*Try it*
Look through the records below, and copy out every line that holds the string "cubicBlocks".

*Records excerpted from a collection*
# # # # # # #

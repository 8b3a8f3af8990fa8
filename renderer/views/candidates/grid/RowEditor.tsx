import { useId, useState, type FormEvent, type KeyboardEvent } from 'react';
import type { TableRow } from '../tableRow';

/** What is changed in the table itself; the composition is changed in its own view, beside its estimate. */
export interface RowEdit {
  readonly name: string;
  readonly tags: readonly string[];
  readonly notes: string;
}

interface RowEditorProps {
  readonly row: TableRow;
  readonly formula: string;
  readonly onSave: (row: TableRow, edit: RowEdit) => void;
  /** Without a change, or after saving. */
  readonly onClose: () => void;
}

/** Called when the field appears, not with each draw. */
const focusOnce = (field: HTMLInputElement | null): void => {
  field?.focus({ preventScroll: true });
  field?.select();
};

const splitTags = (text: string): readonly string[] => [
  ...new Set(
    text
      .split(',')
      .map((tag) => tag.trim().replace(/^#/, '').slice(0, 50))
      .filter(Boolean),
  ),
];

/** Name, tags and notes of one candidate, in its own row: Enter keeps them, Escape leaves them as they were. */
export function RowEditor({ row, formula, onSave, onClose }: RowEditorProps) {
  const id = useId();
  const { candidate } = row;
  const [name, setName] = useState(candidate.name);
  const [tags, setTags] = useState(candidate.tags.join(', '));
  const [notes, setNotes] = useState(candidate.notes);
  // A field of one line would join the lines of a longer note.
  const longNotes = candidate.notes.includes('\n');

  const save = (event: FormEvent): void => {
    event.preventDefault();
    const edit = { name: name.trim(), tags: splitTags(tags).slice(0, 50), notes };
    const same =
      edit.name === candidate.name &&
      edit.notes === candidate.notes &&
      edit.tags.join('\n') === candidate.tags.join('\n');
    if (!same) onSave(row, edit);
    onClose();
  };
  const onKeyDown = (event: KeyboardEvent): void => {
    event.stopPropagation();
    if (event.key !== 'Escape') return;
    event.preventDefault();
    onClose();
  };
  return (
    <form className="row-editor" aria-label={`Change ${formula}`} onSubmit={save} onKeyDown={onKeyDown}>
      <label htmlFor={`${id}-name`}>Name</label>
      <input
        id={`${id}-name`}
        ref={focusOnce}
        maxLength={200}
        value={name}
        onChange={(event) => setName(event.currentTarget.value)}
      />
      <label htmlFor={`${id}-tags`}>Tags</label>
      <input
        id={`${id}-tags`}
        placeholder="apart by commas"
        value={tags}
        onChange={(event) => setTags(event.currentTarget.value)}
      />
      <label htmlFor={`${id}-notes`}>Notes</label>
      <input
        id={`${id}-notes`}
        maxLength={100_000}
        readOnly={longNotes}
        title={longNotes ? 'These notes have several lines: change them on the sheet' : undefined}
        value={longNotes ? notes.replaceAll('\n', ' ') : notes}
        onChange={(event) => setNotes(event.currentTarget.value)}
      />
      <button type="submit" className="button-main">
        Keep
      </button>
      <button type="button" onClick={onClose}>
        Leave
      </button>
    </form>
  );
}
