import { requireElectronCount, requireFinite, requireNotNegative } from '../checkProblem';
import { type CubicGeometry, type CubicIrrep } from '../types';
import { blockEnergies } from './blockEnergies';
import { cubicBlocks, type CubicBlock } from './cubicBlocks';

export interface GroundLevelName {
  readonly multiplicity: number;
  readonly irrep: CubicIrrep;
}

export interface GroundCrossover {
  /** 10Dq/B at which the ground level changes. */
  readonly tenDqOverB: number;
  /** Ground level on the weak-field and on the strong-field side. */
  readonly weak: GroundLevelName;
  readonly strong: GroundLevelName;
}

const coarseStep = 0.5;
/** Just above zero field, where the levels of one free-ion term are already told apart. */
const weakestField = 1e-4;

/**
 * Where the ground level of d^N changes along 10Dq/B in a cubic field, ascending, each to 1e-9. `cOverB` is C/B.
 * Searched up to 10Dq/B = `upTo`.
 */
export function groundCrossovers(
  dElectrons: number,
  cOverB: number,
  geometry: CubicGeometry = 'octahedral',
  upTo = 80,
): GroundCrossover[] {
  requireElectronCount(dElectrons);
  requireNotNegative(cOverB, 'cOverB');
  requireFinite(upTo, 'upTo');
  const sign = geometry === 'tetrahedral' ? -1 : 1;
  const blocks = cubicBlocks(dElectrons);
  const lowest = (block: CubicBlock, x: number): number =>
    blockEnergies(block, dElectrons, sign * x, 1, cOverB)[0]!;
  const groundAt = (x: number): CubicBlock => {
    let best = blocks[0]!;
    let energy = Infinity;
    for (const block of blocks) {
      const candidate = lowest(block, x);
      if (candidate < energy) {
        best = block;
        energy = candidate;
      }
    }
    return best;
  };
  const found: GroundCrossover[] = [];
  const search = (from: number, fromBlock: CubicBlock, to: number, toBlock: CubicBlock): void => {
    if (fromBlock === toBlock) return;
    const x = crossing((at) => lowest(fromBlock, at) - lowest(toBlock, at), from, to);
    const between = groundAt(x);
    const higher = Math.min(lowest(fromBlock, x), lowest(toBlock, x)) - lowest(between, x);
    if (between === fromBlock || between === toBlock || higher < 1e-9) {
      found.push({ tenDqOverB: x, weak: nameOf(fromBlock), strong: nameOf(toBlock) });
      return;
    }
    search(from, fromBlock, x, between);
    search(x, between, to, toBlock);
  };
  let from = weakestField;
  let fromBlock = groundAt(from);
  while (from < upTo) {
    const to = Math.min(from + coarseStep, upTo);
    const toBlock = groundAt(to);
    search(from, fromBlock, to, toBlock);
    from = to;
    fromBlock = toBlock;
  }
  return found;
}

const nameOf = (block: CubicBlock): GroundLevelName => ({
  multiplicity: 2 * block.S + 1,
  irrep: block.irrep,
});

/** Bisection; `difference` is negative at `from` and positive at `to`. */
function crossing(difference: (x: number) => number, from: number, to: number): number {
  let low = from;
  let high = to;
  while (high - low > 1e-10 * Math.max(1, high)) {
    const middle = 0.5 * (low + high);
    if (difference(middle) < 0) low = middle;
    else high = middle;
  }
  return 0.5 * (low + high);
}
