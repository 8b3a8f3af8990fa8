import { describe, expect, it } from 'vitest';
import { symmetricEigenvalues } from '../../numerics/eigen/symmetric';
import { type CubicIrrep } from '../types';
import { blockEnergies } from './blockEnergies';
import { cubicBlocks } from './cubicBlocks';

/**
 * Strong-field matrices of Y. Tanabe and S. Sugano, J. Phys. Soc. Jpn 9, 753 (1954), recalled, not looked up: number of e
 * electrons, diagonal [B, C] and off-diagonal [row, column, B, C]; the splitting is 10Dq per e electron.
 */
interface PublishedMatrix {
  readonly electrons: number;
  readonly multiplicity: number;
  readonly irrep: CubicIrrep;
  readonly e: readonly number[];
  readonly diagonal: readonly (readonly [B: number, C: number])[];
  readonly coupling: readonly (readonly [row: number, column: number, B: number, C: number])[];
}

const s2 = Math.SQRT2;
const s3 = Math.sqrt(3);
const s6 = Math.sqrt(6);

const matrices: readonly PublishedMatrix[] = [
  { electrons: 2, multiplicity: 3, irrep: 'A2', e: [2], diagonal: [[-8, 0]], coupling: [] },
  { electrons: 2, multiplicity: 3, irrep: 'T2', e: [1], diagonal: [[-8, 0]], coupling: [] },
  {
    ...{ electrons: 2, multiplicity: 3, irrep: 'T1', e: [0, 1] },
    diagonal: [
      [-5, 0],
      [4, 0],
    ],
    coupling: [[0, 1, 6, 0]],
  },
  {
    ...{ electrons: 2, multiplicity: 1, irrep: 'A1', e: [0, 2] },
    diagonal: [
      [10, 5],
      [8, 4],
    ],
    coupling: [[0, 1, 2 * s6, s6]],
  },
  {
    ...{ electrons: 2, multiplicity: 1, irrep: 'E', e: [0, 2] },
    diagonal: [
      [1, 2],
      [0, 2],
    ],
    coupling: [[0, 1, -2 * s3, 0]],
  },
  {
    ...{ electrons: 2, multiplicity: 1, irrep: 'T2', e: [0, 1] },
    diagonal: [
      [1, 2],
      [0, 2],
    ],
    coupling: [[0, 1, 2 * s3, 0]],
  },
  { electrons: 2, multiplicity: 1, irrep: 'T1', e: [1], diagonal: [[4, 2]], coupling: [] },
  { electrons: 3, multiplicity: 4, irrep: 'A2', e: [0], diagonal: [[-15, 0]], coupling: [] },
  { electrons: 3, multiplicity: 4, irrep: 'T2', e: [1], diagonal: [[-15, 0]], coupling: [] },
  {
    ...{ electrons: 3, multiplicity: 4, irrep: 'T1', e: [1, 2] },
    diagonal: [
      [-3, 0],
      [-12, 0],
    ],
    coupling: [[0, 1, 6, 0]],
  },
  { electrons: 3, multiplicity: 2, irrep: 'A1', e: [1], diagonal: [[-11, 3]], coupling: [] },
  { electrons: 3, multiplicity: 2, irrep: 'A2', e: [1], diagonal: [[9, 3]], coupling: [] },
  {
    ...{ electrons: 3, multiplicity: 2, irrep: 'E', e: [0, 1, 1, 3] },
    diagonal: [
      [-6, 3],
      [8, 6],
      [-1, 3],
      [-8, 4],
    ],
    coupling: [
      [0, 1, -6 * s2, 0],
      [0, 2, -3 * s2, 0],
      [1, 2, 10, 0],
      [1, 3, 2 * s3, s3],
      [2, 3, 2 * s3, 0],
    ],
  },
  {
    ...{ electrons: 3, multiplicity: 2, irrep: 'T2', e: [0, 1, 1, 2, 2] },
    diagonal: [
      [0, 5],
      [-6, 3],
      [4, 3],
      [6, 5],
      [-2, 3],
    ],
    coupling: [
      [0, 1, -3 * s3, 0],
      [0, 2, -5 * s3, 0],
      [0, 3, 4, 2],
      [0, 4, 2, 0],
      [1, 2, 3, 0],
      [1, 3, -3 * s3, 0],
      [1, 4, -3 * s3, 0],
      [2, 3, -s3, 0],
      [2, 4, s3, 0],
      [3, 4, 10, 0],
    ],
  },
];

describe('eigenvalues of the matrices of Tanabe and Sugano', () => {
  it.each(matrices.map((each) => [`${each.multiplicity}${each.irrep} of d${each.electrons}`, each] as const))(
    '%s',
    (_, { electrons, multiplicity, irrep, e, diagonal, coupling }) => {
      const block = cubicBlocks(electrons).find(
        (each) => each.irrep === irrep && 2 * each.S + 1 === multiplicity,
      )!;
      expect(block.size).toBe(e.length);
      for (const [tenDq, B, C] of [
        [17_400, 725, 2900],
        [8000, 1000, 4500],
        [30_000, 400, 2600],
        [0, 766, 3655],
      ] as const) {
        const n = e.length;
        const matrix = new Float64Array(n * n);
        diagonal.forEach(
          ([b, c], i) => (matrix[i * n + i] = tenDq * (e[i]! - 0.4 * electrons) + b * B + c * C),
        );
        coupling.forEach(([i, j, b, c]) => (matrix[j * n + i] = b * B + c * C));
        const mine = blockEnergies(block, electrons, tenDq, B, C);
        symmetricEigenvalues(matrix, n).forEach((energy, i) => expect(mine[i]).toBeCloseTo(energy, 6));
      }
    },
  );
});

# # # # # # #

*Task answer*
import { cubicBlocks, type CubicBlock } from './cubicBlocks';
  const blocks = cubicBlocks(dElectrons);
import { cubicBlocks } from './cubicBlocks';
      const block = cubicBlocks(electrons).find(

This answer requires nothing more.